共享內存不足,commit容器爲一個新的鏡像以保存當前的所有已做的更改,然後退出當前容器,然後用新的鏡像運行創建新的容器,啓動命令中注意加上 --ipc=host以讓容器使用物理機的內存
4. Traceback (most recent call last):
File "main.py", line 102, in <module>
main(opt)
File "main.py", line 70, in main
log_dict_train, _ = trainer.train(epoch, train_loader)
File "/workspace/CenterNet/src/lib/trains/base_trainer.py", line 119, in train
return self.run_epoch('train', epoch, data_loader)
File "/workspace/CenterNet/src/lib/trains/base_trainer.py", line 69, in run_epoch
output, loss, loss_stats = model_with_loss(batch)
File "/opt/conda/lib/python3.6/site-packages/torch/nn/modules/module.py", line 477, in __call__
Arnold img_path=== /workspace/CenterNet/src/lib/../../data/coco/train2017/00001753.jpg
result = self.forward(*input, **kwargs)
File "/workspace/CenterNet/src/lib/trains/base_trainer.py", line 19, in forward
outputs = self.model(batch['input'])
File "/opt/conda/lib/python3.6/site-packages/torch/nn/modules/module.py", line 477, in __call__
result = self.forward(*input, **kwargs)
File "/workspace/CenterNet/src/lib/models/networks/large_hourglass.py", line 255, in forward
inter = self.pre(image)
File "/opt/conda/lib/python3.6/site-packages/torch/nn/modules/module.py", line 477, in __call__
result = self.forward(*input, **kwargs)
File "/opt/conda/lib/python3.6/site-packages/torch/nn/modules/container.py", line 91, in forward
input = module(input)
File "/opt/conda/lib/python3.6/site-packages/torch/nn/modules/module.py", line 477, in __call__
result = self.forward(*input, **kwargs)
File "/workspace/CenterNet/src/lib/models/networks/large_hourglass.py", line 27, in forward
conv = self.conv(x)
File "/opt/conda/lib/python3.6/site-packages/torch/nn/modules/module.py", line 477, in __call__
result = self.forward(*input, **kwargs)
File "/opt/conda/lib/python3.6/site-packages/torch/nn/modules/conv.py", line 301, in forward
self.padding, self.dilation, self.groups)

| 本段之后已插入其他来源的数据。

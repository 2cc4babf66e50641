/**
 * Stepping a quantity with the arrow keys.
 */
import { readQuantity } from './parse'
import { decimalToBase } from './units'
import type { Dimension } from './dimensions'

/**
 * The value one step up or down from what is typed: a step is one unit of the last digit written.
 *
 * @param text what is in the field
 * @param unit unit a bare number is in
 * @param direction 1 up, -1 down
 * @param scale 1, or 10 (Shift), or 0.1 (Alt)
 * @returns in the base unit, or null where the text cannot be read
 * @example stepQuantity('12.5 mm', 'length', 'mm', 1, 1) // 0.0126
 */
export function stepQuantity(
  text: string,
  dimension: Dimension,
  unit: string,
  direction: 1 | -1,
  scale: 0.1 | 1 | 10,
): number | null {
  const read = readQuantity(text, dimension, unit, {})
  if (!read.ok) return null
  // One digit more is carried so that a tenth of a step is whole.
  const tenths = BigInt(Math.round(scale * 10)) * BigInt(direction)
  const next = { digits: read.decimal.digits * 10n + tenths, exponent: read.decimal.exponent - 1 }
  const value = decimalToBase(next, read.unit)
  return Number.isFinite(value) ? value : null
}
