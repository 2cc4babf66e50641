/** Moving the time of the jet that is shown: by pointer along the ruler, by keys from shape to shape. */
import type { JetView } from '../../model/jetView'

export interface Playhead {
  grab(event: PointerEvent): void
  move(event: PointerEvent): void
  release(event: PointerEvent): void
  press(event: KeyboardEvent): void
}

/** Shapes that a page key goes on. */
const PAGE = 10

/** @param placeAt place on the ruler under a pointer */
export function usePlayhead(
  { playback, place, seekPlace }: Pick<JetView, 'playback' | 'place' | 'seekPlace'>,
  placeAt: (event: PointerEvent) => number,
): Playhead {
  let held = false
  /** From the pointer to the place shown, so that it does not jump when it is grabbed. */
  let offset = 0
  const keys: Readonly<Record<string, () => void>> = {
    ArrowRight: () => playback.step(1),
    ArrowUp: () => playback.step(1),
    ArrowLeft: () => playback.step(-1),
    ArrowDown: () => playback.step(-1),
    PageUp: () => playback.step(PAGE),
    PageDown: () => playback.step(-PAGE),
    Home: () => playback.step(-Infinity),
    End: () => playback.step(Infinity),
    ' ': () => playback.toggle(),
  }
  return {
    grab(event) {
      if (event.button !== 0 || !(event.currentTarget instanceof Element)) return
      event.currentTarget.setPointerCapture(event.pointerId)
      playback.pause()
      offset = (place.value ?? 0) - placeAt(event)
      held = true
    },
    move(event) {
      if (held) seekPlace(placeAt(event) + offset)
    },
    release(event) {
      held = false
      if (event.currentTarget instanceof Element && event.currentTarget.hasPointerCapture(event.pointerId))
        event.currentTarget.releasePointerCapture(event.pointerId)
    },
    press(event) {
      if (event.altKey || event.ctrlKey || event.metaKey) return
      const act = keys[event.key]
      if (act === undefined) return
      event.preventDefault()
      act()
    },
  }
}
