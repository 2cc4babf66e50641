/**
 * Exact decimal and rational arithmetic, so that what is typed is stored as the nearest double and what is
 * stored is written with the fewest digits that read back as the same double.
 */

/** digits x 10^exponent. */
export interface Decimal {
  readonly digits: bigint
  readonly exponent: number
}

/** numerator / denominator, denominator > 0. */
export interface Rational {
  readonly numerator: bigint
  readonly denominator: bigint
}

/** Digits kept before the sticky digit: far more than the 17 a double can tell apart. */
const GUARD_DIGITS = 40

/** A decimal as a fraction. */
export function decimalToRational(decimal: Decimal): Rational {
  return decimal.exponent >= 0
    ? { numerator: decimal.digits * 10n ** BigInt(decimal.exponent), denominator: 1n }
    : { numerator: decimal.digits, denominator: 10n ** BigInt(-decimal.exponent) }
}

/** The shortest decimal that reads back as x; x finite. */
export function shortestDecimal(x: number): Decimal {
  const [mantissa = '0', exponent = '0'] = x.toExponential().split('e')
  const point = mantissa.indexOf('.')
  const fraction = point < 0 ? 0 : mantissa.length - point - 1
  return { digits: BigInt(mantissa.replace('.', '')), exponent: Number(exponent) - fraction }
}

/** The binary value of x, exactly; x finite. */
export function binaryToRational(x: number): Rational {
  let scaled = x
  let halvings = 0
  // Doubling is exact, and a double with a fraction is below 2^53, so this cannot overflow.
  while (!Number.isInteger(scaled)) {
    scaled *= 2
    halvings++
  }
  return { numerator: BigInt(scaled), denominator: 2n ** BigInt(halvings) }
}

export function add(a: Rational, b: Rational): Rational {
  return {
    numerator: a.numerator * b.denominator + b.numerator * a.denominator,
    denominator: a.denominator * b.denominator,
  }
}

export function multiply(a: Rational, b: Rational): Rational {
  return { numerator: a.numerator * b.numerator, denominator: a.denominator * b.denominator }
}

/** a / b; b > 0. */
export function divide(a: Rational, b: Rational): Rational {
  return { numerator: a.numerator * b.denominator, denominator: a.denominator * b.numerator }
}

export function negate(a: Rational): Rational {
  return { numerator: -a.numerator, denominator: a.denominator }
}

/** The double nearest to a fraction. */
export function rationalToNumber(value: Rational): number {
  if (value.numerator === 0n) return 0
  const size = magnitude(value.numerator)
  const shift = GUARD_DIGITS - orderOf(value)
  const [top, bottom] = scale(size, value.denominator, shift)
  const quotient = top / bottom
  // A sticky last digit keeps a tie apart from a value just above it, so the rounding is that of the exact value.
  const sticky = top % bottom === 0n ? '0' : '1'
  const text = `${quotient}${sticky}e${-shift - 1}`
  return value.numerator < 0n ? -Number(text) : Number(text)
}

/** A fraction rounded to a count of significant digits (halves away from zero). */
export function roundToDigits(value: Rational, count: number): Decimal {
  if (value.numerator === 0n) return { digits: 0n, exponent: 0 }
  const size = magnitude(value.numerator)
  let shift = count - orderOf(value)
  let rounded = roundedQuotient(size, value.denominator, shift)
  if (rounded > 10n ** BigInt(count)) {
    shift--
    rounded = roundedQuotient(size, value.denominator, shift)
  }
  return { digits: value.numerator < 0n ? -rounded : rounded, exponent: -shift }
}

function roundedQuotient(size: bigint, denominator: bigint, shift: number): bigint {
  const [top, bottom] = scale(size, denominator, shift)
  return (2n * top + bottom) / (2n * bottom)
}

function scale(top: bigint, bottom: bigint, shift: number): [bigint, bigint] {
  return shift >= 0 ? [top * 10n ** BigInt(shift), bottom] : [top, bottom * 10n ** BigInt(-shift)]
}

/** n with 10^(n-1) < |value| < 10^(n+1). */
function orderOf(value: Rational): number {
  return magnitude(value.numerator).toString().length - value.denominator.toString().length
}

function magnitude(value: bigint): bigint {
  return value < 0n ? -value : value
}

RuntimeError: cuda runtime error (11) : invalid argument at /opt/conda/conda-bld/pytorch_1532579805626/work/aten/src/THC/THCGeneral.cpp:663
修改main.py:
torch.backends.cuddn.benchmark=False
5.運行demo.py時出現警告:
Creating model...
loaded ../exp/ctdet/coco_hg/model_last.pth, epoch 300
Skip loading parameter hm.0.1.weight, required shapetorch.Size([80, 256, 1, 1]), loaded shapetorch.Size([1, 256, 1, 1]).
If you see this, your model does not fully load the pre-trained weight. Please make sure you have correctly specified --arch xxx or set the correct --num_classes for your own dataset.
修改 lib/opts.py裏 default_dataset_info裏的num_class的值爲你的實際class數量即可(比如我的是1)
如果需要使用debugger,在命令行將--debug的值設置(或者在代碼裏設置opt.debug)爲不小於1的值,並且記得修改 src/lib/utils/debugger.py裏的coco_class_name裏的類別值改爲自己的數據集的類別值。